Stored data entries
"""Findings against the statements of an open database: `python -m tests.criteria_benchmark`.

PTB-XL (Wagner et al., Sci Data 7:154; the folder is named by PTBXL_DIR) carries statements by
cardiologists or a recorder, partly validated: some are wrong, and they do not say by which
definition. So a table of agreement is printed, and with `--list` every disagreement to look at.
With `--pages N` the same N records of the labelled groups are drawn on 3x4+1 pages at 300 dpi and
read back from there.
"""

import argparse
import ast
import csv
import os
import sys
from collections import Counter
from collections.abc import Callable, Iterable, Iterator
from dataclasses import dataclass
from pathlib import Path
from typing import TYPE_CHECKING

import numpy as np

from digitize.errors import InputError, NoTrace
from digitize.tracing import FS_HZ, LEADS, Tracing
from measure.criteria.finding import Finding
from measure.reading import Person, read
from measure.wording import deciding

if TYPE_CHECKING:
    from tests.drawn.heart import Recording

LBBB = ("lbbb_european_2013", "lbbb_strict", "lbbb_european_2021", "lbbb_aha")
BLOCKS = (
    *LBBB,
    "lbbb_aha_incomplete",
    "rbbb_complete",
    "rbbb_incomplete",
    "lafb",
    "lpfb",
    "rbbb_lafb",
    "rbbb_lpfb",
    "nonspecific_delay",
)
GROUPS = ("CLBBB", "CRBBB", "LAFB", "LPFB", "ILBBB", "IRBBB", "IVCD", "WPW", "PACE", "NORM")


@dataclass(frozen=True)
class Labelled:
    """One record of the database with its statements."""

    record: str
    statements: frozenset[str]
    person: Person


@dataclass(frozen=True)
class Judged:
    """A record and what was found on it."""

    label: Labelled
    qrs_ms: float
    findings: dict[str, Finding]

    def result(self, key: str) -> str:
        """Result of one definition; "lbbb" and "any" stand for the best result of several."""
        keys = {"lbbb": LBBB, "any block": BLOCKS, "lafb or rbbb_lafb": ("lafb", "rbbb_lafb")}
        results = {self.findings[k].result for k in keys.get(key, (key,))}
        return next(r for r in ("met", "undecided", "not met") if r in results)


def records(folder: Path) -> Iterator[Labelled]:
    """Records of the database with the statements that are at least likely (50 % or unstated)."""
    sexes = {"M": "male", "F": "female"}
    with (folder / "labels.csv").open(newline="") as file:
        for row in csv.DictReader(file):
            codes = ast.literal_eval(row["scp_codes"])
            statements = frozenset(k for k, v in codes.items() if v == 0 or v >= 50)
            age = float(row["age"]) if row["age"] else None
            yield Labelled(row["record"], statements, Person(sexes.get(row["sex"]), age))


def judge_all(
    labels: Iterable[Labelled], tracing_of: Callable[[Labelled], Tracing]
) -> Iterator[Judged]:
    """Read every record; one that cannot be read is said on stderr and left out."""
    for label in labels:
        try:
            reading = read(tracing_of(label), label.person)
        except InputError as error:
            print(f"{label.record}: {error}", file=sys.stderr)
            continue
        by_key = {f.key: f for f in reading.findings}
        yield Judged(label, reading.intervals["qrs_ms"].value, by_key)


def table(judged: list[Judged]) -> str:
    """Share met / undecided in percent: a row for each definition, a column for each statement."""
    lines = ["".ljust(20) + "".join(f"{group:>11}" for group in GROUPS)]
    members = {g: [j for j in judged if g in j.label.statements] for g in GROUPS}
    lines.append("records".ljust(20) + "".join(f"{len(members[g]):>11}" for g in GROUPS))
    for key in (*BLOCKS, "lafb or rbbb_lafb", "lbbb", "any block"):
        cells = [_share(members[group], key) for group in GROUPS]
        lines.append(key.ljust(20) + "".join(cells))
    return "\n".join(lines)


def _share(members: list[Judged], key: str) -> str:
    if not members:
        return "-".rjust(11)
    counts = Counter(j.result(key) for j in members)
    met, undecided = (100 * counts[r] / len(members) for r in ("met", "undecided"))
    return f"{met:5.1f}/{undecided:5.1f}"


def disagreements(judged: list[Judged]) -> Iterator[str]:
    """Records whose statement and finding differ, with the clauses that decided."""
    expected = {
        "CLBBB": "lbbb_european_2013",
        "CRBBB": "rbbb_complete",
        "LAFB": "lafb or rbbb_lafb",
    }
    for one in judged:
        for statement, key in expected.items():
            if statement in one.label.statements and one.result(key) != "met":
                first = one.findings[key.split(" or ")[-1]]
                why = "; ".join(c.text for c in deciding(first))
                what = f"{one.label.record} {statement}: {one.result(key)}"
                yield f"{what} (QRS {one.qrs_ms:.0f}; {why})"
        if "NORM" in one.label.statements and one.result("any block") == "met":
            met = [k for k in BLOCKS if one.findings[k].result == "met"]
            yield f"{one.label.record} NORM: met {', '.join(met)} (QRS {one.qrs_ms:.0f})"


def _digital(folder: Path) -> Callable[[Labelled], Tracing]:
    from measure.sources import read_digital

    return lambda label: read_digital(folder / f"{label.record}.hea")


def _drawn(folder: Path) -> Callable[[Labelled], Tracing]:
    """The record drawn on a page, scanned and read back."""
    from tests.paper import page_spec, read_back

    digital = _digital(folder)

    def tracing_of(label: Labelled) -> Tracing:
        spec = page_spec("scan", int(label.record[:5]))
        tracing = read_back(_recording(digital(label)), spec)
        if tracing is None:
            raise NoTrace("its page was refused")
        return tracing

    return tracing_of


def _recording(tracing: Tracing) -> "Recording":
    """A digital record as the page maker takes it, at 500/s as it was measured.

    Plain interpolation of 100/s would draw the ringing of the filter before it, which no recorder
    prints.
    """
    from tests.drawn.heart import Recording

    mv = np.stack([np.nan_to_num(tracing.lead(lead).mv) for lead in LEADS])
    return Recording(mv, FS_HZ, name=tracing.source.file_name)


def main() -> None:
    """Print the table, and on request the disagreements and the same through paper."""
    parser = argparse.ArgumentParser(description=__doc__)
    parser.add_argument("--list", action="store_true", help="print every disagreement")
    parser.add_argument("--pages", type=int, default=0, help="records to draw and read back")
    given = parser.parse_args()
    if not os.environ.get("PTBXL_DIR"):
        sys.exit("PTBXL_DIR is not set: the database is not on this machine")
    folder = Path(os.environ["PTBXL_DIR"])
    labels = list(records(folder))
    if given.pages:
        labels = _sample(labels, given.pages)
    runs = [("digital", _digital(folder))] + (
        [("through drawn pages", _drawn(folder))] * bool(given.pages)
    )
    for name, tracing_of in runs:
        judged = list(judge_all(labels, tracing_of))
        print(f"{name}: met / undecided, % of the records with each statement\n{table(judged)}")
        if given.list:
            print("\n".join(disagreements(judged)))


def _sample(labels: list[Labelled], count: int) -> list[Labelled]:
    """As many records of left block, right block and normal conduction, evenly taken."""
    chosen: dict[str, Labelled] = {}
    for group in ("CLBBB", "CRBBB", "NORM"):
        members = [x for x in labels if group in x.statements]
        step = max(len(members) * 3 // count, 1)
        chosen |= {x.record: x for x in members[::step][: -(-count // 3)]}
    return list(chosen.values())


if __name__ == "__main__":
    main()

WHAT IS REQUIRED → Of the entries above, transcribe exactly those lines that fall between the line containing "from tests.paper import" and the line containing "it was measured.", together with those two lines.

ANSWER TO THE EXERCISE →
    from tests.paper import page_spec, read_back

    digital = _digital(folder)

    def tracing_of(label: Labelled) -> Tracing:
        spec = page_spec("scan", int(label.record[:5]))
        tracing = read_back(_recording(digital(label)), spec)
        if tracing is None:
            raise NoTrace("its page was refused")
        return tracing

    return tracing_of


def _recording(tracing: Tracing) -> "Recording":
    """A digital record as the page maker takes it, at 500/s as it was measured.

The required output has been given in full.